As illustrated in various literature, the problem of systematically modeling [25], capturing [26], storing [27], and querying [28] provenance have attracted extensive attention of scientific researchers in a wide broad of applications. In this article, we emphatically concern provenance-modeling issues in multidisciplinary collaboration applications. The aim of this article is to provide users with potential principles and sound tradeoffs while designing or choosing their peculiar provenance model. The contributions of this work are threefold. One is that we identify critical components of the provenance model and compare diverse methodologies used in them. Secondly, we conceive a collaborative model for provenance practice in multidisciplinary collaboration. Finally, we conclude certain problems existed in current model-centric provenance researches.

We organize the rest of this paper as follows. An essential outline on comparison among existing provenance-inspired models is elucidated in Sect. 2. Section 3 designs a provenance model for multidisciplinary collaboration comprehensively. Several open-ended issues on provenance models, systems, and practice are illuminated in Sect. 4. Finally, we conclude this paper with a brief conclusion of main contributions and further work.
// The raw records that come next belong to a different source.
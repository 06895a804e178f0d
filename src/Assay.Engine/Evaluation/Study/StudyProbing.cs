namespace Assay.Evaluation;

/// <summary>The selectivity of one probe kind on the last layer's hidden state of one model under one prompt.</summary>
/// <param name="Model">Model name.</param>
/// <param name="Prompt">Prompt name.</param>
/// <param name="Result">The task and control scores.</param>
public sealed record StudySelectivity(string Model, string Prompt, SelectivityResult Result);

/// <summary>A paired bootstrap of two feature kinds of one model under one prompt, on the same test rows.</summary>
/// <param name="Model">Model name.</param>
/// <param name="Prompt">Prompt name.</param>
/// <param name="A">The first feature kind.</param>
/// <param name="B">The second.</param>
/// <param name="Result">A − B.</param>
public sealed record StudyComparison(string Model, string Prompt, string A, string B, PairedComparison Result);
2 Core Components of Provenance Model: An Overview

2.1 Two Classical Model Specifications

In current literature, various researchers have proposed different provenance models and relevant solutions in their respective fields. However, differences between those models make it arduous to understand the expressiveness of provenance representations, access and utilize provenance unimpededly, especially exchange information between provenance-enabled systems. Against this background, the scientific community began to emerge a consensus on provenance standardization in 2007, thus releasing and revising the open provenance model (OPM) [29] to resolve provenance-related challenges and issues. Subsequently, furtherly inspired by OPM, another conceptual model named PROV-DM [30] was endorsed by the World Wide Web consortium (W3C) in 2013, which provided well-established concepts and definitions to achieve information’s interchangeable interoperability in heterogeneous contexts.
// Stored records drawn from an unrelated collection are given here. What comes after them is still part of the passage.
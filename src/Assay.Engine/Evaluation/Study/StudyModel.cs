namespace Assay.Evaluation;

/// <summary>A model of a study with its cross-entropy on the study's test texts (no prompt).</summary>
public sealed record StudyModel(string Name, string Folder, CrossEntropyResult CrossEntropy);
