using System.Text.Json.Nodes;
using Assay.Features;
using Assay.Model;
using Assay.Output;
using Assay.Tests.Features;
using Assay.Tests.Output;
using Assay.Tests.Support;

namespace Assay.Tests.Hardening;

/// <summary>
/// A run folder changed after it was written is refused with the file and what is wrong: on resume, every file of an
/// unfinished run is checked before anything is appended; a finished run's record keeps every output file's size and
/// SHA-256, which merge and the feature reader check, so one flipped byte is caught.
/// </summary>
public sealed class DamagedRunFolderTests
{
    private static readonly LanguageModel Model = LanguageModel.Open(Checkpoints.Folder(FeatureExtractorTests.Spec));

    internal static RunOptions Options(RunShard? shard = null) => new()
    {
        Extraction = new ExtractionOptions { Prompt = PromptTemplate.Parse("{text} It is a kind of"), Features = [new HiddenStateFeature(-1), new ConditionalMeanFeature()] },
        CommitRows = 8,
        Shard = shard,
    };

    /// <summary>An extraction of 40 texts stopped after its first commit (8 rows), while it computes the second group.</summary>
    internal static (string Input, string Run) Interrupted(TempFolder temp)
    {
        string input = ExtractionRunTests.WriteInput(temp, 40);
        string run = temp.File("run");
        using var cancel = new CancellationTokenSource();
        Assert.ThrowsAny<OperationCanceledException>(() =>
            ExtractionRun.Execute(Model, input, run, Options(), new ExtractionRunTests.SyncProgress(p => { if (p.Accepted > 8) { cancel.Cancel(); } }), cancel.Token));
        return (input, run);
    }

    public static TheoryData<string, string> Damage => new()
    {
        { "progress:{\"rows\": -5}", "progress.json has no \"settings\" object" },
        { "progress:accepted=-5", "progress.json \"accepted\" is -5, a negative count" },
        { "progress:accepted=\"8\"", "progress.json \"accepted\" is \"8\", not a count" },
        { "progress:accepted=999", "progress.json counts do not add up" },
        { "progress:not json", "progress.json is not JSON" },
        { "npy:truncate=100", "hidden.layer2.last.npy has no .npy header" },
        { "npy:truncate=200", "hidden.layer2.last.npy holds 200 bytes; the 8 committed rows need" },
        { "npy:delete", "hidden.layer2.last.npy is missing" },
        { "npy:width", "hidden.layer2.last.npy has dtype <f4 and width 5; the run writes <f4 × " },
        { "rows:truncate=10", "rows.csv holds 10 bytes, less than the" },
    };

    [Theory]
    [MemberData(nameof(Damage))]
    public void Resume_refuses_a_damaged_folder_naming_the_file_and_the_problem(string damage, string expected)
    {
        using var temp = new TempFolder();
        (string input, string run) = Interrupted(temp);
        string progress = Path.Combine(run, RunFolder.ProgressFile), npy = Path.Combine(run, "hidden.layer2.last.npy");
        switch (damage)
        {
            case "progress:{\"rows\": -5}": File.WriteAllText(progress, "{\"rows\": -5}"); break;
            case "progress:not json": File.WriteAllText(progress, "{\"rows\": "); break;
            case "npy:truncate=100": Truncate(npy, 100); break;
            case "npy:truncate=200": Truncate(npy, 200); break;
            case "npy:delete": File.Delete(npy); break;
            case "npy:width":
                byte[] bytes = File.ReadAllBytes(npy);
                string header = System.Text.Encoding.ASCII.GetString(bytes, 0, 128);
                int at = header.IndexOf(", 48)", StringComparison.Ordinal);
                Assert.True(at > 0, header);
                System.Text.Encoding.ASCII.GetBytes(", 5) ").CopyTo(bytes, at);
                File.WriteAllBytes(npy, bytes);
                break;
            case "rows:truncate=10": Truncate(Path.Combine(run, RunFolder.RowsFile), 10); break;
            default:
                var o = (JsonObject)JsonNode.Parse(File.ReadAllText(progress))!;
                o["accepted"] = JsonNode.Parse(damage["progress:accepted=".Length..]);
                File.WriteAllText(progress, o.ToJsonString());
                break;
        }
        var e = Assert.Throws<RunFolderException>(() => ExtractionRun.Execute(Model, input, run, Options() with { Resume = true }));
        Assert.StartsWith(run + ": ", e.Message, StringComparison.Ordinal);
        Assert.Contains(expected, e.Message, StringComparison.Ordinal);
        Assert.EndsWith("start over with --overwrite", e.Message, StringComparison.Ordinal);
        // --overwrite still starts over.
        Assert.Equal(40, ExtractionRun.Execute(Model, input, run, Options() with { Overwrite = true }).Accepted);
    }

    [Fact]
    public void A_byte_flipped_in_a_finished_shard_or_run_is_caught_by_its_record()
    {
        using var temp = new TempFolder();
        string input = ExtractionRunTests.WriteInput(temp, 30);
        string[] shards = [temp.File("s1"), temp.File("s2")];
        for (int k = 0; k < 2; k++)
        {
            ExtractionRun.Execute(Model, input, shards[k], Options(new RunShard(k + 1, 2)));
        }
        RunRecord record = RunRecord.Read(shards[1]);
        Assert.Null(record.FirstDamagedFile(shards[1]));
        string cmean = Path.Combine(shards[1], "cmean.npy");
        Flip(cmean, 500);
        Assert.StartsWith("cmean.npy: SHA-256 ", record.FirstDamagedFile(shards[1]), StringComparison.Ordinal);
        var e = Assert.Throws<RunFolderException>(() => RunMerge.Merge(shards, temp.File("merged")));
        Assert.Contains("cmean.npy: SHA-256 ", e.Message, StringComparison.Ordinal);
        Assert.False(Directory.Exists(temp.File("merged")));

        Flip(cmean, 500);   // flipped back: the merge goes through, and the merged record keeps its own digests
        RunRecord merged = RunRecord.Read(Path.GetDirectoryName(cmean)!);
        Assert.Null(merged.FirstDamagedFile(shards[1]));
        RunMerge.Merge(shards, temp.File("merged"));
        Assert.Null(RunRecord.Read(temp.File("merged")).FirstDamagedFile(temp.File("merged")));

        // The feature reader (probe, study) checks the file it reads.
        Flip(Path.Combine(temp.File("merged"), "cmean.npy"), 300);
        Assert.Contains("the file was changed since", Assert.Throws<RunFolderException>(() => RunFeatures.Load(temp.File("merged"), "cmean")).Message, StringComparison.Ordinal);
    }

    private static void Truncate(string path, long length)
    {
        using var f = new FileStream(path, FileMode.Open);
        f.SetLength(length);
    }

    private static void Flip(string path, long offset)
    {
        using var f = new FileStream(path, FileMode.Open);
        f.Position = offset;
        int b = f.ReadByte();
        f.Position = offset;
        f.WriteByte((byte)(b ^ 0x01));
    }
}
In OPM, three types and their dependencies are constituted, as shown in Fig. 1(a). Wherein, Artifact represents an immutable object during process execution, which can be expressed in physical carrier (such as device), or digital representation (such as data). Process can be considered as a range of actions to act on artifacts, and thus new artifacts may be entailed. As a contextual entity, Agent could enable, facilitate, control, and influence the execution of processes. In terms of causal relationships, one artifact, being triggered by the other, can be used or generated by a process, which may be triggered by another process, under the control of one or more agents. Similarly, PROV-DM contains core types and their relationships, forming the essence of provenance information. As depicted in Fig. 1(b), there are three element types and seven relationships. Hereinto, we consider an Entity, either real or imaginary, as something with certain fixed aspects that can be physical, digital, or conceptual. Activity performs upon or with entities during a period, and it may include generating, transforming, modifying, processing, and consuming entities. Agent is responsible for an activity’s happening, the existence of an entity, or the activities of other agents.
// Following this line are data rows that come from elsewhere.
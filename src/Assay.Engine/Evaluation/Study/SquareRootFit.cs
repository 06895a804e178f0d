namespace Assay.Evaluation;

/// <summary>
/// The least-squares curve y ≈ A + B·√(x − Shift) with Shift below every x: downstream loss against a model's
/// cross-entropy x, where Shift plays the part of the best attainable cross-entropy. For a fixed Shift the curve is
/// linear in A and B (ordinary least squares); Shift is found by scanning the gap min(x) − Shift on a log grid from
/// 10⁻⁶ to 10³ times the spread of x and zooming in on the best grid point with finer grids (each 10 times finer, 12
/// times); A and B come from MathNet's straight-line fit. A very large gap
/// makes the curve nearly a straight line in x, so a straight-line trend is the limit of the family, not a failure.
/// </summary>
/// <param name="A">Intercept: the predicted y as x approaches Shift.</param>
/// <param name="B">Scale of the square-root term.</param>
/// <param name="Shift">x₀, below the smallest x.</param>
/// <param name="RSquared">1 − residual sum of squares / total sum of squares.</param>
/// <param name="Points">Points fitted; with 3 parameters, Points − 3 degrees of freedom remain.</param>
/// <param name="ShiftAtBound">
/// The best Shift is at the search's lower end of the gap (within 10⁻⁶ of the spread below the smallest x): the points
/// ask for a curve steeper at the smallest x than the family allows, so Shift there is a bound, not an estimate.
/// </param>
public sealed record SquareRootFit(double A, double B, double Shift, double RSquared, int Points, bool ShiftAtBound)
{
    private const int GridPoints = 361;
    private const int ZoomPoints = 21;
    private const int ZoomRounds = 12;

    /// <summary>The fitted curve at x (NaN at or below Shift).</summary>
    public double Predict(double x) => x > Shift ? A + (B * Math.Sqrt(x - Shift)) : double.NaN;

    /// <summary>Fits the curve to the points.</summary>
    /// <exception cref="ArgumentException">Fewer than 3 points, lengths differ, a value is not finite, or all x are equal.</exception>
    public static SquareRootFit Fit(IReadOnlyList<double> x, IReadOnlyList<double> y)
    {
        ArgumentNullException.ThrowIfNull(x);
        ArgumentNullException.ThrowIfNull(y);
        if (x.Count != y.Count || x.Count < 3)
        {
            throw new ArgumentException($"a square-root fit needs at least 3 points with one y each; got {x.Count} x and {y.Count} y");
        }
        if (x.Concat(y).Any(v => !double.IsFinite(v)))
        {
            throw new ArgumentException("a square-root fit needs finite values");
        }
        double low = x.Min(), spread = x.Max() - low;
        if (spread <= 0)
        {
            throw new ArgumentException("a square-root fit needs at least two different x");
        }

        // Profile: the residual sum of squares at the best A, B for a given log10(gap / spread).
        double Residual(double logGap) => LinearPart(x, y, low - (spread * Math.Pow(10, logGap))).Residual;
        const double from = -6, to = 3;
        double step = (to - from) / (GridPoints - 1);
        int best = 0;
        double bestResidual = double.PositiveInfinity;
        for (int i = 0; i < GridPoints; i++)
        {
            double r = Residual(from + (i * step));
            if (r < bestResidual)
            {
                (best, bestResidual) = (i, r);
            }
        }
        double logGapBest = from + (best * step);
        for (int round = 0; round < ZoomRounds; round++)
        {
            // Zoom: a finer grid over the best point's neighbourhood, which holds the profile's minimum.
            double centre = logGapBest, width = step;
            step = 2 * width / (ZoomPoints - 1);
            for (int i = 0; i < ZoomPoints; i++)
            {
                double g = Math.Clamp(centre - width + (i * step), from, to);
                double r = Residual(g);
                if (r < bestResidual)
                {
                    (logGapBest, bestResidual) = (g, r);
                }
            }
        }

        double shift = low - (spread * Math.Pow(10, logGapBest));
        (double a, double b, double residual) = LinearPart(x, y, shift);
        double mean = y.Average(), total = y.Sum(v => (v - mean) * (v - mean));
        return new SquareRootFit(a, b, shift, total > 0 ? 1 - (residual / total) : 1, x.Count, logGapBest <= from + 1e-9);
    }

    private static (double A, double B, double Residual) LinearPart(IReadOnlyList<double> x, IReadOnlyList<double> y, double shift)
    {
        double[] s = [.. x.Select(v => Math.Sqrt(v - shift))];
        (double a, double b) = MathNet.Numerics.Fit.Line(s, [.. y]);
        double residual = 0;
        for (int i = 0; i < s.Length; i++)
        {
            double e = y[i] - (a + (b * s[i]));
            residual += e * e;
        }
        return (a, b, residual);
    }
}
2.2 Characteristic Comparison Among Existing Models

The OPM and PROV-DM have been currently regarded as fundamental model specifications. Despite all this, the provenance models have the variation tendency with applications and user requirements in practical usage. Instead of recreating the wheel, numerous researchers have exploited and even extended either OPM or PROV-DM to build their unified provenance model. In this section, we identify relevant studies on existing provenance models, intended to illuminate potential principle of provenance-oriented models for users, so that they could obtain insight into making informed decisions while designing or selecting a provenance model.

Review Method.

In our study, an explicit strategy for literature search and selection was adopted to explore existing research works. Next, we would elaborate it gradually.

Search Strategy.

First, we framed the research question (RQ) to explore focused aspects of existing provenance models, which aims at facilitating users to gain comprehensive perspectives about the provenance-based model’s principles. Further, we identified relevant studies (RS). Wherein, six databases were searched altogether in the search scope (SS): (1) IEEExplore; (2) ACM Digital Library; (3) Scopus; (4) Springer Database; (5) ScienceDirect; (6) CNKI. Based on Title, Abstract, or Keywords match, the search string (SS) was (“provenance model” OR “lineage model” OR “derivation model” OR “pedigree model”) in English. Likewise, the Chinese search string was (“起源模型” OR “溯源模型” OR “世系模型”). In the filtering criteria (FC), articles pertaining to provenance model were included, and articles in the form of abstracts, summary of workshops, or systematic reviews only were excluded. We mainly surveyed outcomes of literatures between January 2014 and January 2018.

Study Selection.

Initially, we obtained 608 articles from six databases via matching search strings in titles, abstracts, or keywords. Second, duplicated works (93) were excluded, with 515 articles remained. Third, we performed screenings of abstract relevance to remove 456 articles. At this point, 59 articles remained. Fourth, we reviewed the remaining articles, focusing especially on excluding those that were not related to provenance model. That is, articles (38) with no evidence of implementation, such clear statement, enforcement method, and model analysis, were removed. At this step, 21 articles remained. Finally, we used an inductive codification methodology to further analyze all full-text articles, excluding articles that were not suitable for classification. Each article used the predefined categories, including specification, type, domain, purpose, etc. As a result, 20 articles were selected totally for subsequent analyses.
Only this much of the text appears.